→ Your objective
Would you return, word for word, the lines of the data below from the line with "const l = Math.exp(-t / spec.tphiNs);" through the line with "const t = 800;", and no others?
Data to examine Start Marker
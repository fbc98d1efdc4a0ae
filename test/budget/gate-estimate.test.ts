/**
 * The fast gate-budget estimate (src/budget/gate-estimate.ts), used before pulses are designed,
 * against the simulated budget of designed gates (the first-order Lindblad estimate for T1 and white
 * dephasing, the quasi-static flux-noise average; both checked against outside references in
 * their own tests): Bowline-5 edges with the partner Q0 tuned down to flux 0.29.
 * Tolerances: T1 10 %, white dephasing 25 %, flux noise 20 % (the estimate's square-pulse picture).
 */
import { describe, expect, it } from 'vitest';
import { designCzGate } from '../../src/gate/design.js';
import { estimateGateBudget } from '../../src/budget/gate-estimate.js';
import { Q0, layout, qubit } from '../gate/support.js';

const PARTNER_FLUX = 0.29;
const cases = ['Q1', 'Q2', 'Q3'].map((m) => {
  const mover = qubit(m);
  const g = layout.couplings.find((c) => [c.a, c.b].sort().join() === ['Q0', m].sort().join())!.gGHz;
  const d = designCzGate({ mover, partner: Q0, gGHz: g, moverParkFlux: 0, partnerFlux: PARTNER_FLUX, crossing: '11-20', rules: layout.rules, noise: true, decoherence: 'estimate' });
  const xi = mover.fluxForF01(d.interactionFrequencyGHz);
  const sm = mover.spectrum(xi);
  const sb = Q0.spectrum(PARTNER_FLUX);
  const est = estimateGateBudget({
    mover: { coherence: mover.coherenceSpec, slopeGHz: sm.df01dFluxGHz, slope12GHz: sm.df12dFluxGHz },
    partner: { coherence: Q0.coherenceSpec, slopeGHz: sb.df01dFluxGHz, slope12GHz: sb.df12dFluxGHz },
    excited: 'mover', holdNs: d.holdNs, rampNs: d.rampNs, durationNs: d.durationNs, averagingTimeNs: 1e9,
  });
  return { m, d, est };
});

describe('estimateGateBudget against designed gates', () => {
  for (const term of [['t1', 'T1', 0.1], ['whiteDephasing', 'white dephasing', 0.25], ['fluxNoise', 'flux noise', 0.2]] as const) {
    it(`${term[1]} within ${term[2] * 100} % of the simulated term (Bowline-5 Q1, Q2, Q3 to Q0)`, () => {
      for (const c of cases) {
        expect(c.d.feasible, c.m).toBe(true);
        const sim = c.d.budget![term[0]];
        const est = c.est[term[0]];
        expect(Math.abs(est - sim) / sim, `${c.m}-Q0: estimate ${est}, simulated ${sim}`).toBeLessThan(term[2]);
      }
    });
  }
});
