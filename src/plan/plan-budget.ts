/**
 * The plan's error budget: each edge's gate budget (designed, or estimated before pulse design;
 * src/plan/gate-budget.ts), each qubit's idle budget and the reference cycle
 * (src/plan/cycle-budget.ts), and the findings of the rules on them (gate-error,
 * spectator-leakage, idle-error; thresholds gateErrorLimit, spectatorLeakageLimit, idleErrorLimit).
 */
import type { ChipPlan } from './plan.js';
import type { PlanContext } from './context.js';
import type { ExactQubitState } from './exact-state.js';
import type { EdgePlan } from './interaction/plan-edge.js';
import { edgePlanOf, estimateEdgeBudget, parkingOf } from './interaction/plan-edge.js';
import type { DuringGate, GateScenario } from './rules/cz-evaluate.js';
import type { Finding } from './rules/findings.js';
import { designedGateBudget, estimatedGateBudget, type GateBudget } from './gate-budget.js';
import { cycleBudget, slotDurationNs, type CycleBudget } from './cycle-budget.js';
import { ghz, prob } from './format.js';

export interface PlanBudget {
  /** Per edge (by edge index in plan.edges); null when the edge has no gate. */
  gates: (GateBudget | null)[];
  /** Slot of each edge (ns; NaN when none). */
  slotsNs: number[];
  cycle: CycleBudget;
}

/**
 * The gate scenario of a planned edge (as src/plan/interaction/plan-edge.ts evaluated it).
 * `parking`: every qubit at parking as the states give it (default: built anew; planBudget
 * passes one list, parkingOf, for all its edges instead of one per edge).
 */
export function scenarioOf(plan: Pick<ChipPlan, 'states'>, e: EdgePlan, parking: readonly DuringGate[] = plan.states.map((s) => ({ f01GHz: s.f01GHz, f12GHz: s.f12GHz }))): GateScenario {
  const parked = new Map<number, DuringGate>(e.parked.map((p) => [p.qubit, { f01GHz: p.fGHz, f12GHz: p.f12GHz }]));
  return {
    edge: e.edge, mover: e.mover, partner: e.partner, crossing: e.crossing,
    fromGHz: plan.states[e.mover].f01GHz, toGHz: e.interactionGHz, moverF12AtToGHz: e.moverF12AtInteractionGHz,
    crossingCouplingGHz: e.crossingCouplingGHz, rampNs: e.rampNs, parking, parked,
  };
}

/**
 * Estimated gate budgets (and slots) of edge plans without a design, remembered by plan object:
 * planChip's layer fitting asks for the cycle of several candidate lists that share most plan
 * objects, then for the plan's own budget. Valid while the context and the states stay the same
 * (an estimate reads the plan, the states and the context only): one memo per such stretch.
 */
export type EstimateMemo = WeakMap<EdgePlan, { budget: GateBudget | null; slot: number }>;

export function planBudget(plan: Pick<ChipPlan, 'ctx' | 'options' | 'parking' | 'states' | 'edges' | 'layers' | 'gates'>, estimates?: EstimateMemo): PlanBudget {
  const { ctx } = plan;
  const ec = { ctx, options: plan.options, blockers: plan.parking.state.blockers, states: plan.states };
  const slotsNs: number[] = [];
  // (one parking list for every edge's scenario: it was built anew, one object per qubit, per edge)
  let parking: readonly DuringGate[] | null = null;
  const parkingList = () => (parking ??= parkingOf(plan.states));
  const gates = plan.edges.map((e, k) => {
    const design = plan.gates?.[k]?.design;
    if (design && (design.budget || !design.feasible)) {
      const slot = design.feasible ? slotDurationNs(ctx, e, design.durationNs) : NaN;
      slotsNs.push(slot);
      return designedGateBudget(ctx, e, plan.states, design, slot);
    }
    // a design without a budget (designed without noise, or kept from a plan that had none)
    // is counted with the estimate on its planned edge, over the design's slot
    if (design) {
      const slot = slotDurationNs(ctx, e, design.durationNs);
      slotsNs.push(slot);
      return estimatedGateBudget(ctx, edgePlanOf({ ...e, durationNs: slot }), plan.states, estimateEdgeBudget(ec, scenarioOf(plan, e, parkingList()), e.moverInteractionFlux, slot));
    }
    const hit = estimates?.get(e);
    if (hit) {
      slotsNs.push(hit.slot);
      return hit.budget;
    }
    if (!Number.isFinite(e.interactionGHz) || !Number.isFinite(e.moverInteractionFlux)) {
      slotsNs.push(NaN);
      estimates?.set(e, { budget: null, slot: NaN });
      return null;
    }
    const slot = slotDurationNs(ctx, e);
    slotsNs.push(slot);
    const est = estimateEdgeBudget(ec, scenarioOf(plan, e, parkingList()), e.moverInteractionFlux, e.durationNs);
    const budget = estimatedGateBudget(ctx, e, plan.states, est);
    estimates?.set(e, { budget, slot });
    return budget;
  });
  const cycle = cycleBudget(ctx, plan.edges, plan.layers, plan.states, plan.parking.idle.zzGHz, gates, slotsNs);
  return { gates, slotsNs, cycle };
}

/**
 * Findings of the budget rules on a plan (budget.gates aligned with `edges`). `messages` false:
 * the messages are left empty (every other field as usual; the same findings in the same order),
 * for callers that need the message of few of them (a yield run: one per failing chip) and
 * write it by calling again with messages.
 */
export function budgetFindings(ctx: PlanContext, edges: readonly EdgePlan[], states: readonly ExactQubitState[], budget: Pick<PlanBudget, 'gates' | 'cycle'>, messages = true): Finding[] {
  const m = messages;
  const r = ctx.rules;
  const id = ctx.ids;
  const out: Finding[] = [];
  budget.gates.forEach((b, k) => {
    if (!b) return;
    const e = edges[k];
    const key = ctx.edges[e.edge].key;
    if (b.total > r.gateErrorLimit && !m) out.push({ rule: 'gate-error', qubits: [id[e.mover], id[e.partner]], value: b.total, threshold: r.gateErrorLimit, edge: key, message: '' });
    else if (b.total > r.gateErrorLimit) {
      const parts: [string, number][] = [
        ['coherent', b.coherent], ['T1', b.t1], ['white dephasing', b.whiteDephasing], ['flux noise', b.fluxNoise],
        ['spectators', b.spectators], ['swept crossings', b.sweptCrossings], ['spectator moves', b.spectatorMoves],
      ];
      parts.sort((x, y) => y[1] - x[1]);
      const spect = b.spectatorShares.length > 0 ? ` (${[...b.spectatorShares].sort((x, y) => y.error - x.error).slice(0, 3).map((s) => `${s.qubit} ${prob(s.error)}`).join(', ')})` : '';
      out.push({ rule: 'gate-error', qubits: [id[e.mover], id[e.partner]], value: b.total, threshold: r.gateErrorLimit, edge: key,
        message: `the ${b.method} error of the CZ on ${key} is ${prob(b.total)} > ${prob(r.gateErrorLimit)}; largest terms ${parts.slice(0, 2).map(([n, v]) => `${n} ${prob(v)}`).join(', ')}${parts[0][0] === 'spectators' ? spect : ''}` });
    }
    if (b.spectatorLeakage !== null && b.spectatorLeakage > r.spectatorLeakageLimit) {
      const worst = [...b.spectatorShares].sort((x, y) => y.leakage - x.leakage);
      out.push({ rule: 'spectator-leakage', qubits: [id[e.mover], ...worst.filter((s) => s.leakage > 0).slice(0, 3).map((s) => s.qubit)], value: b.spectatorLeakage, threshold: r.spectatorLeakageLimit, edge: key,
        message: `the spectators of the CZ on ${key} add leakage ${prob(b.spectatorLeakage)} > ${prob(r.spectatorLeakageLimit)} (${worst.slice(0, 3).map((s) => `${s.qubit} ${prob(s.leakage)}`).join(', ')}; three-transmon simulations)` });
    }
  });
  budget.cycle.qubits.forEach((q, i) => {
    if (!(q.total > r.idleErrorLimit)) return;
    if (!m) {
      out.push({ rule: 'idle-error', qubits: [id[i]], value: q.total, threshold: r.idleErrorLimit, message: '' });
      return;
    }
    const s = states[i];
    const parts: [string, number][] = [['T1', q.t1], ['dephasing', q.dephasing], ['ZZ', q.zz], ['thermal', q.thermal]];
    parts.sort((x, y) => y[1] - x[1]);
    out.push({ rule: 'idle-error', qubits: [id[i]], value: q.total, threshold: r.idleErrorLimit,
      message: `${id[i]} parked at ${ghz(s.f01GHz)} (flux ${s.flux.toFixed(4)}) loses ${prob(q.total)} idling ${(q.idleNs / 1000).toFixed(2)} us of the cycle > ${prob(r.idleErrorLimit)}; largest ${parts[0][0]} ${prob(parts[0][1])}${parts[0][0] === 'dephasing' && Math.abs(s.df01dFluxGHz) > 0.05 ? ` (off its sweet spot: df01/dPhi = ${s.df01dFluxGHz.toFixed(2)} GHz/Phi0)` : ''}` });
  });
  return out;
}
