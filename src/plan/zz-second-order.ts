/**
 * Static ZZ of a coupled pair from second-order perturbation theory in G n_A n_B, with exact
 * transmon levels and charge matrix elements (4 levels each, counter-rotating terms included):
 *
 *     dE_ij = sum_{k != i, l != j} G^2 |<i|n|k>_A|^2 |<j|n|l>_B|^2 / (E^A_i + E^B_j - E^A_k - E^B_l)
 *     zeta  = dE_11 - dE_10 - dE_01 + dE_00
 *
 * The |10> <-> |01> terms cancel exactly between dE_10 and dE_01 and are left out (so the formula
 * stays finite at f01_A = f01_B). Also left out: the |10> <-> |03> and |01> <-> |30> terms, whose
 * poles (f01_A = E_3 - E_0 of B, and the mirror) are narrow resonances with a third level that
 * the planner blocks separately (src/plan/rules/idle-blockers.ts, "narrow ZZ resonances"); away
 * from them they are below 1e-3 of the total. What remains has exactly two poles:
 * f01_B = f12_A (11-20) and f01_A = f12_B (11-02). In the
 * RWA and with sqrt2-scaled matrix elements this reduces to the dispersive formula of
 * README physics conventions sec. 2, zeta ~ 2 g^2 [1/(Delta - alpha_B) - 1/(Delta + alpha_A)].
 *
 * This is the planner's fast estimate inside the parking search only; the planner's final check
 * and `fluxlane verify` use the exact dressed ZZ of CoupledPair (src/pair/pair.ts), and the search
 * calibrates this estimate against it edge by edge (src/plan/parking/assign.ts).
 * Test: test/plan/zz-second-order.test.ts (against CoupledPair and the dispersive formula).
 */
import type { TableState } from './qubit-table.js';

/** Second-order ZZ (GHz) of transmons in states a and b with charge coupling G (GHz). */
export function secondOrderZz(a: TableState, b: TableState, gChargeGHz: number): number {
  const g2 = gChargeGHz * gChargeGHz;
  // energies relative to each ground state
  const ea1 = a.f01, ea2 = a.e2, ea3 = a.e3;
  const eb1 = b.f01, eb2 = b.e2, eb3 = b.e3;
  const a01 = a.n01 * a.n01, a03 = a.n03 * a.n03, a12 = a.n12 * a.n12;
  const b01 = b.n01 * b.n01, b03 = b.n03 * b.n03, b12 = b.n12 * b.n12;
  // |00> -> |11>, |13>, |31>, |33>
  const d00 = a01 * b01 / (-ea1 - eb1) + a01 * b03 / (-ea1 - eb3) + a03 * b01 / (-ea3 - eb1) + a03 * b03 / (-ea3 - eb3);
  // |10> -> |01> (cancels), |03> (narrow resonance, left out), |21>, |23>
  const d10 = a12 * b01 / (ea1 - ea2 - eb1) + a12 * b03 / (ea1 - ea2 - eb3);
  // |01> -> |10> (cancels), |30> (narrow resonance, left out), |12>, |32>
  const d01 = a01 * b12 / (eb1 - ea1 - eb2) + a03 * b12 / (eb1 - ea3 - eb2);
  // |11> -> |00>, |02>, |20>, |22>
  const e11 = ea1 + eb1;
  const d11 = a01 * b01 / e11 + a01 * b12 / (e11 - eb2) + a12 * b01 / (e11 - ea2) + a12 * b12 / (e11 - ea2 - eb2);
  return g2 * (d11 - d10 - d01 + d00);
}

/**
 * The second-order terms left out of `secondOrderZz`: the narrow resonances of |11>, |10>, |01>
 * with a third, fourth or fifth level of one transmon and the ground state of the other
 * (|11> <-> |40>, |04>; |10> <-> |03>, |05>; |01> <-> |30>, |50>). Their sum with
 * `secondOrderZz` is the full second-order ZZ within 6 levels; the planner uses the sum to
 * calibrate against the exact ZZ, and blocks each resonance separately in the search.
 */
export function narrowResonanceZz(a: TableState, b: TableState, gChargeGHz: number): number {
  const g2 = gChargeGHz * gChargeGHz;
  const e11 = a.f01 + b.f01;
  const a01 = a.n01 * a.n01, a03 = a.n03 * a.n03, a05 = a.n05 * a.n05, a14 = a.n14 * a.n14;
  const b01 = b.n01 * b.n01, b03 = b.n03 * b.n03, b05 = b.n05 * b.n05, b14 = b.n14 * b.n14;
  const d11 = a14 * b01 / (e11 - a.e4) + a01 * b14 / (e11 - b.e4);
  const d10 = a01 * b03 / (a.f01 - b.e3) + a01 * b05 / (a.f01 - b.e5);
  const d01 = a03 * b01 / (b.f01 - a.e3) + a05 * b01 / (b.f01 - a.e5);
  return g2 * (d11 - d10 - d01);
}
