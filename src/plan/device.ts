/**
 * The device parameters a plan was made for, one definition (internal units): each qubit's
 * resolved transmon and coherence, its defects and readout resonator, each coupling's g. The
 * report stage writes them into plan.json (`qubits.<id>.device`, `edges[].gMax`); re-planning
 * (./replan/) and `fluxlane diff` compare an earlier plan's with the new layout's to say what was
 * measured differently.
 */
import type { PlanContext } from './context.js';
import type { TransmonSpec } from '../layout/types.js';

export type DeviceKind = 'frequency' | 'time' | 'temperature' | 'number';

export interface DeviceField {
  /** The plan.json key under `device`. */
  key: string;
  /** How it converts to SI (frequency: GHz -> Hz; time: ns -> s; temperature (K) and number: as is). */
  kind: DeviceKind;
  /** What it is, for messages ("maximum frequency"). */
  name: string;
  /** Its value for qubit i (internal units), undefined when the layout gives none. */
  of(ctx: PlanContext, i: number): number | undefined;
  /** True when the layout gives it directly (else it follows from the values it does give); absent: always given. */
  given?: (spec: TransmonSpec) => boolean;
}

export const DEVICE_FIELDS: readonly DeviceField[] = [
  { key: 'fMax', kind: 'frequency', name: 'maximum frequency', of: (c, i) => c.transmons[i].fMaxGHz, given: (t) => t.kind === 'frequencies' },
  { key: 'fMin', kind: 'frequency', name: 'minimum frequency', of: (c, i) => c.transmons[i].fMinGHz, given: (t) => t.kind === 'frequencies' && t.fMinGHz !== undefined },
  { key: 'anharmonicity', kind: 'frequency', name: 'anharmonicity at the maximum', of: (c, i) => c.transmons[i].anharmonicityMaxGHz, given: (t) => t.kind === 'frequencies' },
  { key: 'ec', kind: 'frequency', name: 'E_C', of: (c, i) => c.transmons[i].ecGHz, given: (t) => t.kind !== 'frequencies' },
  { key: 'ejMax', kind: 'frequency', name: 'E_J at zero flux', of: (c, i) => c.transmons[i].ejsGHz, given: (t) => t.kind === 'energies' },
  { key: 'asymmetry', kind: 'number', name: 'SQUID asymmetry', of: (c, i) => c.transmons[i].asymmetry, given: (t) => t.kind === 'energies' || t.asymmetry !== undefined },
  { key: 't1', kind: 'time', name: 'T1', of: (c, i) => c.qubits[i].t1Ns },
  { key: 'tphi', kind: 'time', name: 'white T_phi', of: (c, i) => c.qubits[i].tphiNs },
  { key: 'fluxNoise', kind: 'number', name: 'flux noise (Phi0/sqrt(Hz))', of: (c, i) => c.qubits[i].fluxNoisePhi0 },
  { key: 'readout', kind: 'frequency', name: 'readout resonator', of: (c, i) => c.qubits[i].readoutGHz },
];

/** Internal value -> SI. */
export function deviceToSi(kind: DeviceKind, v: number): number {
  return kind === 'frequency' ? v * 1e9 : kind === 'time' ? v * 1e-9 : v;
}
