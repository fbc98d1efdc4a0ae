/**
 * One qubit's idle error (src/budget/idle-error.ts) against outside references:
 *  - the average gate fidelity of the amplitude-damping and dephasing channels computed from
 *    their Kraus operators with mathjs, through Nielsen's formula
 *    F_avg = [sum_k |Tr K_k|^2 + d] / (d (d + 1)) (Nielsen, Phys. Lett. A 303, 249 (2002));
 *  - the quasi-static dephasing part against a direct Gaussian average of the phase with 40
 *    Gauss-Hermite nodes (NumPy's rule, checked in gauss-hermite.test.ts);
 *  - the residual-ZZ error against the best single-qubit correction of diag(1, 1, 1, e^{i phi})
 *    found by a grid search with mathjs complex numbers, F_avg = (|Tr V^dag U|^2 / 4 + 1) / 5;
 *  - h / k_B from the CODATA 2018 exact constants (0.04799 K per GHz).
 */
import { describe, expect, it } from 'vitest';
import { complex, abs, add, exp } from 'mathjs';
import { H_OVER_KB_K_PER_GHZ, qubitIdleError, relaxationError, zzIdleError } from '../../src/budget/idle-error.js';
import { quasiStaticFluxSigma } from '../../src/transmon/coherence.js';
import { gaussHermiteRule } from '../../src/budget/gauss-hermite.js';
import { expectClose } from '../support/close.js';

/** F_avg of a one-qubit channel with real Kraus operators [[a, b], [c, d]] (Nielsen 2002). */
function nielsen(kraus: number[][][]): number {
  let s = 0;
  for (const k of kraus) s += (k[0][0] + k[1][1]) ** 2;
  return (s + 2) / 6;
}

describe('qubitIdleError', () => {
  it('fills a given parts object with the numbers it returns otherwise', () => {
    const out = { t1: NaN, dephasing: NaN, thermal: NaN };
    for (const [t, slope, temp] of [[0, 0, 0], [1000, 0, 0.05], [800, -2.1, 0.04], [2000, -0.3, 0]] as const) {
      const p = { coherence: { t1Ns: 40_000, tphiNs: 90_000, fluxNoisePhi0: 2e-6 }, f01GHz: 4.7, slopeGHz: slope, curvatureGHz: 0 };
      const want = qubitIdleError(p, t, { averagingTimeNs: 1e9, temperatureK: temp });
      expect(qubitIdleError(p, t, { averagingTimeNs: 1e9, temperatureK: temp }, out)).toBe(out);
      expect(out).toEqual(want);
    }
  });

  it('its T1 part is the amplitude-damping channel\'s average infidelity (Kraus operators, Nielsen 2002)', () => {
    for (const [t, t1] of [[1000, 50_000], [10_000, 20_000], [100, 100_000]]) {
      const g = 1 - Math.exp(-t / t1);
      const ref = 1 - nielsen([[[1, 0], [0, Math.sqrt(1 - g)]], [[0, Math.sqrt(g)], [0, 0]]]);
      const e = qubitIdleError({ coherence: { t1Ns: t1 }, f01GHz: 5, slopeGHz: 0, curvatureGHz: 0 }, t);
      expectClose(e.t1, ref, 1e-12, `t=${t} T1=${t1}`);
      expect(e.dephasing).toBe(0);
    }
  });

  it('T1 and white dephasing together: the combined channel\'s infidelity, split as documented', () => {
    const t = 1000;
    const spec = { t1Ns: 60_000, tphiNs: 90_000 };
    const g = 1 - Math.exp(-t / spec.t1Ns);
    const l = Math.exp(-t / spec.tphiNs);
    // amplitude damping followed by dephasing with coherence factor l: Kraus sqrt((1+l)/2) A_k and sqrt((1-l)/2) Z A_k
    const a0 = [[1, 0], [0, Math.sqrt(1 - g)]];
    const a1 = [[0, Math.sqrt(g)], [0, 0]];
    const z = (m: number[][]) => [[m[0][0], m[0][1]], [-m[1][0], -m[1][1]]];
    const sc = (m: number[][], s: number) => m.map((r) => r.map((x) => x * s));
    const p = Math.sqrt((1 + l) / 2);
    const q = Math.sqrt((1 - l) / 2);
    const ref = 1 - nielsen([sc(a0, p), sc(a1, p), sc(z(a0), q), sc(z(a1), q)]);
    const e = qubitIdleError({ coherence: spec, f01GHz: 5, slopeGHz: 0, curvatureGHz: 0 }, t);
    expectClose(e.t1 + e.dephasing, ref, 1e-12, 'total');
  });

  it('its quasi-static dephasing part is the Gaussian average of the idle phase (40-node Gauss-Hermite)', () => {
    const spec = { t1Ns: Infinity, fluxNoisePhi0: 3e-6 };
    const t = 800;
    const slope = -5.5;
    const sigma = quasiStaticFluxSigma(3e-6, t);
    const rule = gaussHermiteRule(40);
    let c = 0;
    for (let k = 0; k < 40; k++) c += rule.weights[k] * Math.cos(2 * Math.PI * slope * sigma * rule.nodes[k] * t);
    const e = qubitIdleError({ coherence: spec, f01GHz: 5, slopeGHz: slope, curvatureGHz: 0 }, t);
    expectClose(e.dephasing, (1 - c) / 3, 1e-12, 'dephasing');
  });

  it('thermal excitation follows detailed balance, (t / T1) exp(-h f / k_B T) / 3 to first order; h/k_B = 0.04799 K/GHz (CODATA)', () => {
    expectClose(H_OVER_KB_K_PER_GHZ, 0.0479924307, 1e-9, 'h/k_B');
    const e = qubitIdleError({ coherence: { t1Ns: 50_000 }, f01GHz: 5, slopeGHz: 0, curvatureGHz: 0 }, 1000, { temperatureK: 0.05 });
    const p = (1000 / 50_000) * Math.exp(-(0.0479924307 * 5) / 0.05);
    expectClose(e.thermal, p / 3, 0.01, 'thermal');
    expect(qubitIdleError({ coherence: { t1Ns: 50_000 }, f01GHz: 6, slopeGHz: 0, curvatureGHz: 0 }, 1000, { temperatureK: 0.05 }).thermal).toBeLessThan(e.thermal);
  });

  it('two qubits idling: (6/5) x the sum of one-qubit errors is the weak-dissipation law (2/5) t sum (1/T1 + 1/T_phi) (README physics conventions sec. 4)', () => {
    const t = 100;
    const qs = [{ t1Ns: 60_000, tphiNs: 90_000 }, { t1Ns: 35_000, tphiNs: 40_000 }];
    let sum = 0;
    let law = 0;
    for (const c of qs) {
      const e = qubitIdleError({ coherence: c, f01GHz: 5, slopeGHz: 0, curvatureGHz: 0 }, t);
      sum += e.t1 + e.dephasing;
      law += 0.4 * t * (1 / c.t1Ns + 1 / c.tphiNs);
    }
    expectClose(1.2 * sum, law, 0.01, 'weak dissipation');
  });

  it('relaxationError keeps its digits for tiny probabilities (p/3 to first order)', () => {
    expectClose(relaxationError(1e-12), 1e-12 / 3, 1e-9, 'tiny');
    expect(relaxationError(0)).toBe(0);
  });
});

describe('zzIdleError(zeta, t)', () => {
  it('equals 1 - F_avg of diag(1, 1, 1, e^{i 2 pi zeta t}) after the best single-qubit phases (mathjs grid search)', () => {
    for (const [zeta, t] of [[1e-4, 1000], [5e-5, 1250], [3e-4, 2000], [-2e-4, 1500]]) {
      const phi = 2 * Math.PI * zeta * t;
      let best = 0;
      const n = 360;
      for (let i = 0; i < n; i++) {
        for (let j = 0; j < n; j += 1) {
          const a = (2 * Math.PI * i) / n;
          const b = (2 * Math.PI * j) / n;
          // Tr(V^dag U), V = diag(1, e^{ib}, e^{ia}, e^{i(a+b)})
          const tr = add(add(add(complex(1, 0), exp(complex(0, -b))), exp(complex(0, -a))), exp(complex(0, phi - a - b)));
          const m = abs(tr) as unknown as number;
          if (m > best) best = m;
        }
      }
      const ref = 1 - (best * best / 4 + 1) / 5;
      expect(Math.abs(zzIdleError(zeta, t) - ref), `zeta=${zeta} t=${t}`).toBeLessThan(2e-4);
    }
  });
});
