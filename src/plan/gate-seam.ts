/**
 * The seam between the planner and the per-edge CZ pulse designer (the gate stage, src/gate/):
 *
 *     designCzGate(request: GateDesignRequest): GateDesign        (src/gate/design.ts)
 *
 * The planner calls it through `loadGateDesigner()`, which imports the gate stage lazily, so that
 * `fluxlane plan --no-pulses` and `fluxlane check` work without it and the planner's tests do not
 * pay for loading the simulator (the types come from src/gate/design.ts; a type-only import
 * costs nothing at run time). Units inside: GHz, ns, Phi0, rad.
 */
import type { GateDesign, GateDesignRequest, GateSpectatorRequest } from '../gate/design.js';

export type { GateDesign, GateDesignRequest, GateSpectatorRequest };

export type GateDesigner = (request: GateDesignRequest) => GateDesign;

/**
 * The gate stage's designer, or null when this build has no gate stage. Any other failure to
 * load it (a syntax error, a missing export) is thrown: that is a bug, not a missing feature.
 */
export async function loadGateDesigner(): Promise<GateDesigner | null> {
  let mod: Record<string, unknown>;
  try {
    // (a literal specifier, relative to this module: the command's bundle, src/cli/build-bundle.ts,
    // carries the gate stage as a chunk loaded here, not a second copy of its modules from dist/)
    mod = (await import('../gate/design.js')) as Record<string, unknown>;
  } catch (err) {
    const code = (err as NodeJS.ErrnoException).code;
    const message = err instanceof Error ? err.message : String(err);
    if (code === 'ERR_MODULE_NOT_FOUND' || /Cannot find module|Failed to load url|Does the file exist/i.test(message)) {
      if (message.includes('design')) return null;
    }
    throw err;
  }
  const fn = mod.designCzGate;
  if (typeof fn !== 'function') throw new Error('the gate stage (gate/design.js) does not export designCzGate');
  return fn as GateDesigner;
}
Data to examine End Marker
→ Result below
    const l = Math.exp(-t / spec.tphiNs);
    // amplitude damping followed by dephasing with coherence factor l: Kraus sqrt((1+l)/2) A_k and sqrt((1-l)/2) Z A_k
    const a0 = [[1, 0], [0, Math.sqrt(1 - g)]];
    const a1 = [[0, Math.sqrt(g)], [0, 0]];
    const z = (m: number[][]) => [[m[0][0], m[0][1]], [-m[1][0], -m[1][1]]];
    const sc = (m: number[][], s: number) => m.map((r) => r.map((x) => x * s));
    const p = Math.sqrt((1 + l) / 2);
    const q = Math.sqrt((1 - l) / 2);
    const ref = 1 - nielsen([sc(a0, p), sc(a1, p), sc(z(a0), q), sc(z(a1), q)]);
    const e = qubitIdleError({ coherence: spec, f01GHz: 5, slopeGHz: 0, curvatureGHz: 0 }, t);
    expectClose(e.t1 + e.dephasing, ref, 1e-12, 'total');
  });

  it('its quasi-static dephasing part is the Gaussian average of the idle phase (40-node Gauss-Hermite)', () => {
    const spec = { t1Ns: Infinity, fluxNoisePhi0: 3e-6 };
    const t = 800;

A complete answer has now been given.